Man vs Machine Learning

I went head-to-head with Microsoft’s AutoML platform in a predictive modelling challenge.

R
Azure
Author

Dean Marchiori

Published

June 2, 2023

Over the past few years I have been doing more and more work in Microsoft Azure and the Azure Machine Learning Studio. One feature of the Azure ML studio is an automated machine learning feature. This is essentially a no-code UI that ‘empowers professional and nonprofessional data scientists to build machine learning models rapidly’ (emphasis mine).

While many (including me) have leveled a fair amount of criticism towards such solutions, I thought it would be worth seeing what the fuss was about.

Could I go head-to-head on the same predictive modelling challenge and compete with the might of Microsoft’s AutoML solution? Even worse, would I enjoy it? Even more worse, could I win??

Time Series Forecasting Challenge

Objective: Create the most accurate time series forecasting model

Data Source: Half-hourly electricity demand for Victoria, Australia1

Training data: 51,120 records from 2012-01-01 to 2014-11-30

Test data: 1488 records from 2014-12-01 to 2014-12-31

Method 1: Use Microsoft Azure’s Automatic ML product.

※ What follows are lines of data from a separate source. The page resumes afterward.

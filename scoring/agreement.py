"""Agreement: how close a candidate summary is to the other candidates of the same source.

Method: the other candidates serve as pseudo-references. A candidate's agreement is its mean
ROUGE-2 F1 (rouge-score, stemming on, through ``scoring.reference.RougeScorer``) against each
of the other candidates. Choosing the candidate that agrees most with the rest is minimum
Bayes-risk selection (Kumar & Byrne, 2004) with ROUGE-2 as the gain; using other systems'
summaries as references when no human one exists is the pseudo-model idea of Louis & Nenkova
(Computational Linguistics, 2013). Both are recalled from memory.

Why it is in the ordering score (``scoring.combine.OrderConfig``; never in the combined score,
since its value depends on the pool): on 30 SQuALITY train stories (bench/quality.py ranking
evidence, ``bench/results/ranking_tuning_train.json``), ordering each story's candidates by
agreement matched their order by ROUGE-2 against the human summaries at a mean Kendall tau of
0.246, against 0.118 for coverage alone (0.180 against 0.010 among boildown's own candidates
only, ``bench/ranking_fit.py``).

What it cannot see: agreement rewards the typical candidate. A point every candidate leaves
out costs none of them anything; coverage's missed key words are the place to look for that.
It needs at least ``min_candidates`` candidates (itself and two others); with fewer it is not
computed, there is no ordering score and the combined score ranks.
"""

from __future__ import annotations

import functools
from dataclasses import dataclass, field

from scoring.base import BaseScorer, Column, Result, Signature


@dataclass(frozen=True)
class AgreementConfig:
    measure: str = "rouge2"  # rouge1 ... rouge9: the n-gram ROUGE used between candidates
    min_candidates: int = 3

    def __post_init__(self):
        import re

        if not re.fullmatch(r"rouge[1-9]", self.measure):
            raise ValueError(f"measure must be an n-gram ROUGE type (rouge1 ... rouge9), got {self.measure!r}")
        if self.min_candidates < 3:
            raise ValueError(f"min_candidates must be at least 3 (a candidate and two others), got {self.min_candidates}")


@dataclass(frozen=True)
class AgreementScore(Result):
    value: float  # mean F1 against the other candidates, in [0, 1]
    others: int  # how many other candidates it was compared with
    closest: int  # index (in the pool) of the candidate it agrees with most
    closest_value: float
    signature: Signature = field(compare=False)



class AgreementScorer(BaseScorer, name="agreement", label="Agreement", needs="pool", config=AgreementConfig):
    """With 3 or more candidates, each one's mean ROUGE-2 F1 against the other candidates of
    the same source: the typical candidate scores high, and a point every candidate leaves out
    costs none of them."""

    columns = (Column("agreement", lambda r: r.value, "num3", "agreement", "Agreement"),)

    @functools.cached_property
    def _rouge(self):
        from scoring.reference import RougeConfig, RougeScorer

        return RougeScorer(RougeConfig(types=(self.config.measure,)))

    def signature(self) -> Signature:
        return Signature.build("agreement", {"measure": self.config.measure, "stemmed": True, "gain": "mean-f1"},
                               ("rouge-score", "nltk"))

    def score(self, summary: str, *, source=None, reference=None) -> AgreementScore:
        """Agreement of ``summary`` with ``reference``: the other candidates (at least one);
        ``closest`` indexes that list."""
        others = [reference] if isinstance(reference, str) else list(reference or [])
        if not others:
            raise ValueError("agreement compares a candidate with the other candidates: pass reference=[...]")
        return self._result([self._f1(summary, o) for o in others], list(range(len(others))))

    def score_many(self, summaries: list[str], *, source=None, references=None) -> list[AgreementScore | None]:
        """Agreement of every candidate with the rest of the pool (``closest`` indexes the pool);
        ``None`` for each when the pool is smaller than ``min_candidates``."""
        n = len(summaries)
        if n < self.config.min_candidates:
            return [None] * n
        f1 = [[0.0] * n for _ in range(n)]
        for i in range(n):
            for j in range(i + 1, n):  # F1 is symmetric: precision and recall swap
                f1[i][j] = f1[j][i] = self._f1(summaries[i], summaries[j])
        return [self._result([f1[i][j] for j in range(n) if j != i], [j for j in range(n) if j != i]) for i in range(n)]

    def _result(self, values: list[float], index: list[int]) -> AgreementScore:
        best = max(range(len(values)), key=values.__getitem__)  # the first on ties
        return AgreementScore(round(sum(values) / len(values), 6), len(values), index[best], values[best],
                              self.signature())

    def _f1(self, summary: str, other: str) -> float:
        """F1 of one candidate against another; 0 when either has no word ROUGE can count."""
        from rouge_score import tokenize

        if not tokenize.tokenize(summary or "", None) or not tokenize.tokenize(other or "", None):
            return 0.0
        return self._rouge.score(summary, reference=other).f1(self.config.measure)
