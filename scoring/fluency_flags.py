"""What fluency reads and what it flags: the tidy reading of a sentence, and the sentence flags.

The tidy reading: the causal model reads each sentence with typesetting undone and in lower
case (``tidy``): space before punctuation, ``-lrb-``-style brackets, ``@xmath0`` placeholders and
spaced hyphens are what tokenised corpora and their systems print, and lower-cased output is the
norm in some of them. A reader judging fluency reads past these; the model's perplexity does not
(it rises on them), so the score would otherwise rank typesetting rather than language.

Flags (each a word a reader can check):

* ``repeats``: half or more of the sentence's word trigrams appeared earlier in the summary;
* ``stutter``: a word written twice in a row ("the the", "hidden hidden");
* ``dangling``: the sentence ends on a function word ("... who has lost the."), what a cut
  or a broken generation leaves;
* ``unbalanced``: a bracket opened and not closed (or closed and not opened), or an odd number
  of straight double quotes, what a deletion across a bracket or quotation leaves;
* ``unfinished``: the last sentence stops without closing punctuation;
* ``no verb``: no finite verb by the spaCy parse (what a deletion that removed the verb leaves);
* ``reads poorly``: the sentence's own perplexity is far above the source's.

Which of them lower the value is ``FluencyConfig.penalised``; the choice and its ablation are in
``bench/fluency_validity.py`` (fitted on the SummEval dev half).
"""

from __future__ import annotations

import functools
import re

FLAGS = ("repeats", "stutter", "dangling", "unbalanced", "unfinished", "no verb", "reads poorly")

_WORD = re.compile(r"[a-z0-9']+")
# Words a complete English sentence does not end on (articles, prepositions, conjunctions,
# auxiliaries, possessives): common practice in compression-fragment checks, list written here.
FUNCTION_WORDS = frozenset(
    "the a an of to in on at by for with from into over after before and or but nor that which who whose "
    "as than is are was were be been being has have had its their his her our your my this these those "
    "if because while although".split()
)
_CLOSERS = (".", "!", "?", '"', "'", ")", ":", ";", "\u2026", "\u201d", "\u2019", "]")


def tidy(sentence: str) -> str:
    """The sentence as the model reads it: typesetting of tokenised corpora undone, lower case."""
    t = re.sub(r"@xmath\d+", "x", sentence)
    t = t.replace("-lrb-", "(").replace("-rrb-", ")").replace("``", '"').replace("''", '"')
    t = re.sub(r"\s+([,.;:!?%)\]])", r"\1", t)
    t = re.sub(r"([(\[])\s+", r"\1", t)
    t = re.sub(r"(\w) - (\w)", r"\1-\2", t)
    t = re.sub(r"\s+('s|n't|'re|'ve|'ll|'d|'m)\b", r"\1", t)
    return " ".join(t.split()).lower()


def words(sentence: str) -> list[str]:
    return _WORD.findall(sentence.lower())


def trigrams(sentence: str) -> set[tuple[str, ...]]:
    w = words(sentence)
    return {tuple(w[i : i + 3]) for i in range(len(w) - 2)}


def stutters(sentence: str) -> bool:
    w = words(sentence)
    return any(a == b and not a.isdigit() for a, b in zip(w, w[1:]))


def dangling(sentence: str) -> bool:
    w = words(sentence)
    return len(w) >= 2 and w[-1] in FUNCTION_WORDS


def unbalanced(sentence: str) -> bool:
    t = sentence.replace("-lrb-", "(").replace("-rrb-", ")")
    return any(t.count(a) != t.count(b) for a, b in ("()", "[]")) or t.count('"') % 2 == 1


def unfinished(sentence: str) -> bool:
    return not sentence.rstrip().endswith(_CLOSERS)


@functools.lru_cache(maxsize=4096)
def has_verb(sentence: str) -> bool:
    """A finite verb, or an imperative (a base-form verb at the root). A participle alone
    ("The filters, installed last spring.") is what a deletion that removed the verb leaves."""
    from scoring.models import load_spacy

    doc = load_spacy()(sentence)
    return any(t.tag_ in {"VBD", "VBP", "VBZ", "MD"} or (t.dep_ == "ROOT" and t.tag_ == "VB") for t in doc)


def sentence_flags(sentences: list[str], *, parse: bool = True) -> list[list[str]]:
    """The text flags of each sentence of one summary (``reads poorly`` is the scorer's)."""
    seen: set[tuple[str, ...]] = set()
    out = []
    for n, text in enumerate(sentences):
        flags = []
        grams = trigrams(text)
        if grams and len(grams & seen) * 2 >= len(grams):
            flags.append("repeats")
        seen |= grams
        if stutters(text):
            flags.append("stutter")
        if dangling(text):
            flags.append("dangling")
        if unbalanced(text):
            flags.append("unbalanced")
        if n == len(sentences) - 1 and unfinished(text):
            flags.append("unfinished")
        if parse and len(text.split()) >= 3 and not has_verb(text):
            flags.append("no verb")
        out.append(flags)
    return out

Method 2: Hand code a statistical time series model in R

names type description
Time datetime Time stamp
Demand double Target Variable: Electricity Demand
Temperature double Temperature for the day
Date date Date
Holiday logical Was it a holiday date?

Method 1: Azure AutoML

The process to set up a new AutoML job was very easy and assumes you are working under somewhat sanitized conditions (which I was in this case).

Once you kick it off, it chugged away for an hour and 33 minutes. To my horror, I realized it takes the ‘kitchen sink’ approach and fits a suite of 41 (!) different machine learning models at the training data. Hyperparameter tuning is done by constructing a validation set using K-Fold cross validation.

The best performing model is then selected and then predictions are run on the test set. It’s a little concerning that Test set evaluation is only in ‘Preview’ mode. It was also very confusing to dig out the results on the test set. Most of the metrics prominently displayed are overly confident in-sample accuracy results.

The winning model in my case was a ‘Voting Ensemble’ of three models

  • MaxAbsScaler, ExtremeRandomTrees
  • StandardScalerWrapper, XGBoostRegressor
  • StandardScalerWrapper, LightGBM

Overall the process was very easy and user friendly. It look a long time to train, but I didn’t have to think about anything - at all (which is usually time consuming) so overall it was a quick solution. I trained the model on a Standard_DS11_v2 (2 cores, 14 GB RAM, 28 GB disk) compute instance which costs $0.2 per hour. So it cost money, but not much.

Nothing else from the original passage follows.